Methods: Four datasets were assembled: The CHO-K1 genome, the CHO-K1 transcriptome, published CHO proteins identified in biotherapeutics, and mouse secreted proteins downloaded from the LOCATE and UniProtKB/Swiss-Prot databases. Validated HCP contaminants, originally identified by sequence similarity with mouse homologs, were discovered by BLAST in the CHO genome. Their expression and secretion status were confirmed using BLAST against the CHO transcriptome and mouse secreted protein datasets, respectively; SignalP further confirmed secretion status. Secretion was assessed because exported proteins may contaminate any recombinant CHO-expressed product. Confirmed sequences from CHO-K1 were analyzed for potential CD4+ T cell immunogenicity using the epitope-mapping algorithm EpiMatrix and overall protein immunogenicity scores calculated using the EpiMatrix approach. Human homologs discovered by BLAST were similarly screened for T-cell epitope content; predicted immunogenicity was then adjusted for human homology.
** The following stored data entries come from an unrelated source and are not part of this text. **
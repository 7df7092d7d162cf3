using System.Diagnostics;
using System.Globalization;
using System.Text.Json;
using StackBuild.Geometry;
using StackBuild.Imaging;
using StackBuild.Template;
using Xunit;
using Xunit.Abstractions;

namespace StackBuild.Tests;

/// <summary>
/// Section-to-template registration by mutual information, on planes of the Colin27 "ch2" MRI template (Debian
/// mricron-data) given a new contrast, noise and a known rigid move (truth: the move the test applied).
/// </summary>
public class TemplateRegistrationTests(ITestOutputHelper output)
{
    private static readonly Lazy<TemplateVolume> Template = new(() => TemplateVolume.Load(RegisterMriTests.TemplatePath, 'k'));

    /// <summary>An axial template plane at 1 mm; and a "section": the plane's grey levels remapped by <paramref name="contrast"/>, noised, moved by <paramref name="move"/> onto a 256² canvas.</summary>
    internal static (GrayImage Slice, GrayImage Section) Case(double k, Transform2D move, Func<float, float> contrast, double noise, int seed)
    {
        var slice = Template.Value.Slice(k, 1.0, out _);
        float max = slice.Pixels.Max();
        var remapped = new GrayImage(slice.Width, slice.Height);
        for (int i = 0; i < remapped.Pixels.Length; i++) remapped.Pixels[i] = contrast(slice.Pixels[i] / max);
        var section = RegisterTestImages.Move(remapped, move, 256, 256, contrast(0));
        var random = new Random(seed);
        for (int i = 0; i < section.Pixels.Length; i++)
            section.Pixels[i] += (float)(noise * Math.Sqrt(-2 * Math.Log(1 - random.NextDouble())) * Math.Cos(2 * Math.PI * random.NextDouble()));
        return (slice, section);
    }

    /// <summary>Distance at the section's tissue (image) centre and angle between two section-to-slice maps.</summary>
    internal static (double Px, double Degrees) Error(Transform2D estimate, Transform2D truth, double x, double y)
    {
        var (ax, ay) = estimate.Apply(x, y);
        var (bx, by) = truth.Apply(x, y);
        return (double.Hypot(ax - bx, ay - by), RegisterTestImages.AngleError(estimate.RotationDegrees, truth.RotationDegrees));
    }

    [Fact]
    public void MutualInformationMatchesNumpyHistogram2d()
    {
        var (slice, section) = Case(80, Transform2D.Identity, v => 1 - MathF.Pow(v, 0.7f), 0.03, seed: 4);
        // Same size, identity map: every section pixel samples the slice at a pixel centre, so no interpolation enters.
        var cropped = new GrayImage(slice.Width, slice.Height);
        for (int y = 0; y < slice.Height; y++) for (int x = 0; x < slice.Width; x++) cropped[x, y] = section[x, y];
        var a = HistogramMutualInformation.RobustRange(cropped);
        var b = HistogramMutualInformation.RobustRange(slice);
        var ours = HistogramMutualInformation.Measure(cropped, slice, Transform2D.Identity, 32, a, b);
        Assert.Equal(slice.Pixels.Length, ours.Samples);

        string pa = Path.GetTempFileName(), pb = Path.GetTempFileName();
        try
        {
            File.WriteAllBytes(pa, cropped.Pixels.SelectMany(BitConverter.GetBytes).ToArray());
            File.WriteAllBytes(pb, slice.Pixels.SelectMany(BitConverter.GetBytes).ToArray());
            string F(double v) => v.ToString("R", CultureInfo.InvariantCulture);
            var json = JsonDocument.Parse(NiftiPython.Run("scipy_template.py", "mi", pa, pb, slice.Pixels.Length.ToString(CultureInfo.InvariantCulture),
                "32", F(a.Low), F(a.High), F(b.Low), F(b.High))).RootElement;
            double mi = json.GetProperty("mi").GetDouble(), nmi = json.GetProperty("nmi").GetDouble();
            output.WriteLine($"ours: MI {ours.MutualInformation:R} nats, NMI {ours.Normalised:R}; numpy.histogram2d: MI {mi:R}, NMI {nmi:R}");
            // Same bins and the same weights; the only difference is that we hold the slice's scaled grey level u as
            // float32 (relative rounding ≈ 6e-8 of u ≤ 31), which moves a weight by ≤ 2e-6 per pixel and the entropies
            // by far less on average: 1e-6 nats is ample and still catches any binning or log-base mistake.
            Assert.Equal(mi, ours.MutualInformation, 1e-6);
            Assert.Equal(nmi, ours.Normalised, 1e-6);
            Assert.True(mi > 0.3, "the inverted section still shares much information with its slice");
        }
        finally
        {
            File.Delete(pa);
            File.Delete(pb);
        }
    }

    public static TheoryData<double, double, double, double, bool, string> Moves => new()
    {
        { 60, 23, 12, -9, false, "inverted" },
        { 85, -141, -17, 6, false, "inverted" },
        { 100, 77, 8, 15, true, "inverted" },
        { 72, -35, -5, -11, true, "non-monotone" },
        { 95, 170, 14, 3, false, "non-monotone" },
    };

    [Theory]
    [MemberData(nameof(Moves))]
    public void KnownMoveIsRecoveredDespiteNewContrast(double k, double degrees, double dx, double dy, bool mirrored, string contrast)
    {
        Func<float, float> map = contrast == "inverted"
            ? v => 0.9f - 0.7f * MathF.Pow(v, 0.7f)                       // dark tissue on bright glass, gamma changed
            : v => 0.2f + 0.6f * MathF.Sin(MathF.PI * MathF.Min(v, 1f)); // grey matter bright, background and white matter dark
        var template = Template.Value;
        double cx = (template.Width - 1) / 2.0, cy = (template.Height - 1) / 2.0;
        var move = (mirrored ? Transform2D.MirrorX(cx) : Transform2D.Identity).Then(Transform2D.Rotation(degrees, cx, cy))
            .Then(Transform2D.Translation(dx + 128 - cx, dy + 128 - cy));
        var (slice, section) = Case(k, move, map, 0.04, seed: (int)k);
        var truth = move.Inverse();

        var watch = Stopwatch.StartNew();
        var global = TemplateRegistration.Register(section, slice, null, new TemplateRegistrationOptions());
        double globalMs = watch.Elapsed.TotalMilliseconds;
        var (px, deg) = Error(global.SectionToSlice, truth, 128 + dx, 128 + dy);

        // From a start 6 px and 5° off (as a drifted chain would give).
        var start = truth.Then(Transform2D.Rotation(5, cx, cy)).Then(Transform2D.Translation(4, -4.5));
        watch.Restart();
        var local = TemplateRegistration.Register(section, slice, start, new TemplateRegistrationOptions());
        double localMs = watch.Elapsed.TotalMilliseconds;
        watch.Restart();
        TemplateRegistration.Register(section, slice, start, new TemplateRegistrationOptions());
        double warmMs = watch.Elapsed.TotalMilliseconds;
        var (lpx, ldeg) = Error(local.SectionToSlice, truth, 128 + dx, 128 + dy);
        output.WriteLine($"plane {k}, {contrast}, {degrees}°, mirrored {mirrored}: global {px:0.###} px {deg:0.###}° (similarity {global.Similarity:0.###}, " +
                         $"runner-up {global.RunnerUpSimilarity:0.###}, confidence {global.Confidence:0.##}, {global.Evaluations} evaluations, {globalMs:0} ms); " +
                         $"local {lpx:0.###} px {ldeg:0.###}° (confidence {local.Confidence:0.##}, {local.Evaluations} evaluations, {localMs:0} ms, again {warmMs:0} ms)");
        Assert.Equal(mirrored, global.Mirrored);
        // Targets of the task: within 0.5 px and 0.5°.
        Assert.True(px <= 0.5 && deg <= 0.5, $"global: {px} px, {deg}°");
        Assert.True(lpx <= 0.5 && ldeg <= 0.5, $"local: {lpx} px, {ldeg}°");
        Assert.True(global.Confidence > 0.3, $"confidence {global.Confidence}");
    }

    [Fact]
    public void ASectionOfSomethingElseHasLowConfidence()
    {
        var slice = Template.Value.Slice(80, 1.0, out _);
        var random = new Random(5);
        var noise = new GrayImage(256, 256);
        for (int i = 0; i < noise.Pixels.Length; i++) noise.Pixels[i] = (float)random.NextDouble();
        var match = TemplateRegistration.Register(noise, slice, null, new TemplateRegistrationOptions());
        var (_, real) = Case(80, Transform2D.Translation(128 - 90, 128 - 108), v => 1 - v, 0.04, seed: 9);
        var good = TemplateRegistration.Register(real, slice, null, new TemplateRegistrationOptions());
        output.WriteLine($"noise: similarity {match.Similarity:0.####}, confidence {match.Confidence:0.###}; real section: similarity {good.Similarity:0.####}, confidence {good.Confidence:0.###}");
        Assert.True(match.Similarity < 0.25 * good.Similarity, $"noise similarity {match.Similarity} vs {good.Similarity}");
        Assert.True(match.Confidence < good.Confidence);
    }
}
Results: Predicted overall protein immunogenicity of 28 validated CHO HCP contaminants ranged from 51.8 (low immunogenic potential) to 35.8 (high immunogenic potential). Five proteins (18%) scored over the EpiMatrix cutoff score of 20 for high potential immunogenicity, suggesting these proteins could stimulate T cell responses. While most validated CHO HCPs scored below this threshold, a closer look at potential immunogenicity on the 9-mer (epitope) level revealed concerns for potential immunogenicity in lower scoring proteins.

Conclusions: Further study is required to assess the potential for autoimmune responses, as several widely publicized cases of severe adverse immune responses to autologous therapeutic proteins are published and the FDA and EMA take the potential for such effects very seriously. Finally, we built a website (CHOPPI; www.cs.dartmouth.edu/~cbk/choppi) to give protein manufacturers free access to information on potential immunogenicity of CHO-K1 sequences. We look forward to its further development in collaboration with protein therapeutics industry, as this and additional means of performing immunogenicity analysis continue to be refined.